Nirmala Sitharaman, Indian Finance Minister, unveiled the Economic Survey today, prior to the Union Budget session for FY24. It is believed that the mention of crypto and need for its regulations in an Economic Survey has been done for the first time. At the beginning of the crypto section, emphasis has been placed on the recent FTX debacle and concerns laid by Federal Reserve, Federal Deposit Insurance Corporation (FDIC), and Office of the Comptroller of the Currency (OCC) on crypto assets to the banking system.
Going by insights from the Economic Survey, it highlighted the presence of volatility around crypto assets market, with its total valuation ranging from around three trillion dollars in November, 2021, to under one trillion dollars in January, 2023. “The volatility of the crypto asset ecosystem has brought to the forefront their fragile backing and governance problems, as well as the increasing complexity and non-transparency. With related financial stability risks rising, the issue of crypto asset regulation has recently moved up the policy agenda of many nations,” the Economic survey stated.
“The recent FTX crash has prompted governments to draft regulations to prevent similar incidents and protect the public’s funds. Implementing comprehensive regulations is crucial for fostering innovation and combating financial crimes such as money laundering and fraud,” Edul Patel, founder and CEO, Mudrex, a cryptocurrency investment platform, said.

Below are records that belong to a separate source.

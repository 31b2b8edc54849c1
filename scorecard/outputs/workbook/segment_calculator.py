"""The Calculator of a segmented workbook: the segment value and the raw values typed once,
the card chosen by formula.

Row 2 takes the value of the segment column; the table on the right (the segments' levels, or
their ranges of a numeric column, ``lower <= value < upper`` as ``SegmentRule.codes``) finds
its segment, or ``#N/A`` where no segment takes it, as ``scorecard score`` refuses such a row.
Each characteristic any card uses follows with its raw value: a number, or a level of a
categorical characteristic (the cards group levels differently, so the level is typed, not an
attribute). Each card has its own calculator sheet, ``Calculator (<segment>)``, the single
card's calculator reading these entries (:func:`~scorecard.outputs.workbook.calculator.
write_calculator` with ``inputs``); this sheet shows the chosen card's attribute, points and
check for each characteristic, and the total, odds and bad probability of its score. A
characteristic the chosen card does not use shows no points.
"""

from __future__ import annotations

from openpyxl.utils import get_column_letter, quote_sheetname
from openpyxl.worksheet.datavalidation import DataValidation
from openpyxl.worksheet.worksheet import Worksheet

from scorecard.card import frames as card_frames
from scorecard.outputs.workbook import style
from scorecard.outputs.workbook.calculator import (
    default_attribute,
    defined_name,
    formula_text,
    typical_value,
    write_headers,
    write_totals,
)
from scorecard.outputs.workbook.calculator_values import name_range
from scorecard.outputs.workbook.tables import MAX_WIDTH, safe_value, set_print_layout

SHEET = "Calculator"
HEADERS = ["Characteristic", "Value", "Attribute", "Points", "Check"]
RULE_HEADERS = ["Segment", "A typed value falls here when", "From", "To"]
FIRST_COLUMN = 7
SEGMENT_ROW = 2
HOW = ("Type the value of the segment column in row 2, then each characteristic's raw value: "
       "a number (leave the cell empty for a missing value) or a categorical level as the data "
       "holds it. The table on the right finds the segment; the segment's card (its own "
       "Calculator sheet) finds each attribute and its points. A characteristic the card does "
       "not use shows no points; a check other than 'ok' means the card gives no score.")


def input_cells(model) -> dict:
    """Characteristic name -> the absolute reference of its entry on this sheet."""
    return {c.name: f"{quote_sheetname(SHEET)}!$B${SEGMENT_ROW + 1 + i}"
            for i, c in enumerate(model.characteristics)}


def card_rows(card) -> dict:
    """Characteristic name -> its row on the card's own calculator sheet."""
    return {c.name: 2 + i for i, c in enumerate(card.characteristics)}


def write_segment_calculator(ws: Worksheet, model, sheets: dict, taken: set) -> None:
    """Fill the segmented workbook's Calculator; ``sheets`` maps each segment to the title of
    its card's calculator sheet, ``taken`` holds the workbook names in use."""
    write_headers(ws, HEADERS)
    rule = model.rule
    found = _segment_rules(ws, rule, taken)
    ws.cell(SEGMENT_ROW, 1, safe_value(f"{rule.column} (segment)")).font = style.BOLD
    entry = ws.cell(SEGMENT_ROW, 2, safe_value(_default_segment_value(rule)))
    entry.fill, entry.alignment = style.INPUT_FILL, style.TEXT
    ws.cell(SEGMENT_ROW, 3, f"=IF(ISBLANK(B{SEGMENT_ROW}),NA(),{found})").alignment = style.TEXT
    ws.cell(SEGMENT_ROW, 5, f'=IF(ISERROR(C{SEGMENT_ROW}),IF(ISBLANK(B{SEGMENT_ROW}),'
                            f'"empty: no segment takes a missing value",'
                            f'"no segment takes this value"),"ok")').alignment = style.TEXT
    chosen = model.cards[0]
    for row, char in enumerate(model.characteristics, start=SEGMENT_ROW + 1):
        ws.cell(row, 1, safe_value(char.name)).alignment = style.TEXT
        own = next((c for c in chosen.characteristics if c.name == char.name), char)
        cell = ws.cell(row, 2, safe_value(_default_value(own)))
        cell.fill, cell.alignment = style.INPUT_FILL, style.TEXT
        if char.kind == "numeric":
            rule_ = DataValidation(type="decimal", operator="between", formula1="-1E+307",
                                   formula2="1E+307", allow_blank=True, showErrorMessage=True,
                                   errorTitle="Not a number",
                                   error="Type a number, or leave the cell empty for a missing "
                                         "value.")
            ws.add_data_validation(rule_)
            rule_.add(cell)
        for col, absent in ((3, '""'), (4, '""'), (5, '"not used by this segment\'s card"')):
            ws.cell(row, col, "=" + _by_segment(model, sheets, char.name, col, absent))
        ws.cell(row, 3).alignment = style.TEXT
        ws.cell(row, 4).number_format = style.INTEGER
        ws.cell(row, 5).alignment = style.TEXT
    last = SEGMENT_ROW + len(model.characteristics)
    labels = write_totals(ws, last, model.scaling, HOW)
    ws.cell(last + 2, 1).value = "Total score (the segment's card)"
    names = [c.name for c in model.characteristics] + labels + [f"{rule.column} (segment)"]
    choices = [label for card in model.cards for c in card.characteristics
               for label in card_frames.attribute_labels(c)]
    ws.column_dimensions["A"].width = min(MAX_WIDTH, max(map(len, names)) + 2)
    ws.column_dimensions["B"].width = 18
    ws.column_dimensions["C"].width = min(MAX_WIDTH, max(map(len, choices + ["Attribute"])) + 3)
    ws.column_dimensions["D"].width = 12
    ws.column_dimensions["E"].width = 40
    ws.freeze_panes = "A2"
    set_print_layout(ws, repeat_rows="1:1")


def _by_segment(model, sheets: dict, name: str, col: int, absent: str) -> str:
    """Formula text: column ``col`` of the chosen segment's card calculator for ``name``."""
    letter = get_column_letter(col)
    out = "NA()"
    for segment, card in reversed(list(model.segments.items())):
        rows = card_rows(card)
        value = (f"{quote_sheetname(sheets[segment])}!{letter}{rows[name]}"
                 if name in rows else absent)
        out = f"IF(EXACT($C${SEGMENT_ROW},{formula_text(segment)}),{value},{out})"
    if col == 5:
        return f'IF(ISERROR($C${SEGMENT_ROW}),"no segment",{out})'
    return f"IF(ISERROR($C${SEGMENT_ROW}),NA(),{out})"


def _segment_rules(ws: Worksheet, rule, taken: set) -> str:
    """Write the segments' table on the right; the formula text of row 2's segment name."""
    for col, text in enumerate(RULE_HEADERS, start=FIRST_COLUMN):
        cell = ws.cell(1, col, text)
        cell.font, cell.fill, cell.border = style.HEADER_FONT, style.HEADER_FILL, style.HEADER_BORDER
        cell.alignment = style.HEADER_RIGHT if text in ("From", "To") else style.HEADER_LEFT
    segment_col, from_col = (get_column_letter(FIRST_COLUMN + k) for k in (0, 2))
    row = 2
    if rule.cuts is None:
        for name, group in zip(rule.names, rule.groups):
            for level in group:
                _rule_row(ws, row, name, "value = From (a level)", level, None)
                row += 1
        levels = name_range(ws, defined_name("segment_levels", rule.column, taken), from_col, 2, row - 1)
        owner = name_range(ws, defined_name("segment_of_level", rule.column, taken), segment_col, 2,
                      row - 1)
        hits = f"SUMPRODUCT(EXACT({levels},B{SEGMENT_ROW})*1)"
        at = f"SUMPRODUCT(EXACT({levels},B{SEGMENT_ROW})*(ROW({levels})-1))"
        formula = f"IF({hits}=1,INDEX({owner},{at}),NA())"
    else:
        for index, name in enumerate(rule.names):
            low, high = rule.bounds(index)
            words = ("any number" if low is None and high is None else
                     "value < To" if low is None else
                     "value >= From" if high is None else "From <= value < To")
            _rule_row(ws, row, name, words, low, high)
            row += 1
        cuts = name_range(ws, defined_name("segment_cuts", rule.column, taken), from_col, 3, row - 1)
        names = name_range(ws, defined_name("segment_names", rule.column, taken), segment_col, 2,
                      row - 1)
        formula = (f"IF(ISNUMBER(B{SEGMENT_ROW}),INDEX({names},IFERROR(MATCH(B{SEGMENT_ROW},"
                   f"{cuts},1),0)+1),NA())")
    for k, width in enumerate((20, 34, 14, 14)):
        ws.column_dimensions[get_column_letter(FIRST_COLUMN + k)].width = width
    ws.column_dimensions[get_column_letter(FIRST_COLUMN - 1)].width = 3
    return formula


def _rule_row(ws, row, name, words, low, high) -> None:
    ws.cell(row, FIRST_COLUMN, safe_value(name)).alignment = style.TEXT
    ws.cell(row, FIRST_COLUMN + 1, words).alignment = style.TEXT
    ws.cell(row, FIRST_COLUMN + 2, safe_value(low)).alignment = \
        style.TEXT if isinstance(low, str) else style.LEFT
    ws.cell(row, FIRST_COLUMN + 3, safe_value(high))


def _default_segment_value(rule):
    if rule.cuts is None:
        return rule.groups[0][0]
    return rule.cuts[0] - 1


def _default_value(char):
    """The raw value of the characteristic's most common attribute: a typical number, or the
    first level of that attribute (empty for the missing attribute)."""
    chosen = default_attribute(char)
    if char.kind == "numeric":
        return typical_value(char, chosen)
    levels = char.bins[chosen].levels
    return levels[0] if levels else None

Furthermore, the Economic Survey emphasised on how control of crypto assets lies amongst a concentrated amount of individuals. “Estimates show that around 85 per cent of all circulating Bitcoins are held by 4.5 per cent of entities (Ben Mariem et al., 2020). The underlying protocols used to create crypto assets may also conflict with other public policy objectives, for instance, the massive energy intensity of “mining” crypto assets,” the Economic Survey added.
“In general, the fundamental regulatory principles used in the conventional banking industry can be adapted in the cryptocurrency industry. This could include requiring exchanges to implement similar measures, such as stringent KYC requirements, transaction monitoring, reporting suspicious activity, and strict internal controls for the purpose of discovering and preventing money laundering and other illegal activities,” Rajagopal Menon, vice-president, WazirX, a cryptocurrency exchange, said.
At the concluding parts of the Economic Survey, it focused on case studies belonging to countries and jurisdictions such as European Union, Japan, United Kingdom, among others, and how they have attempted to regulate unbanked crypto assets. “Therefore, global standards need to be comprehensive and consistent; regulatory responses must be based on standard taxonomies, reliable data to address contagion effects, and flexible enough to be adjusted in the future based on market developments and future international standards,” the Economic Survey concluded.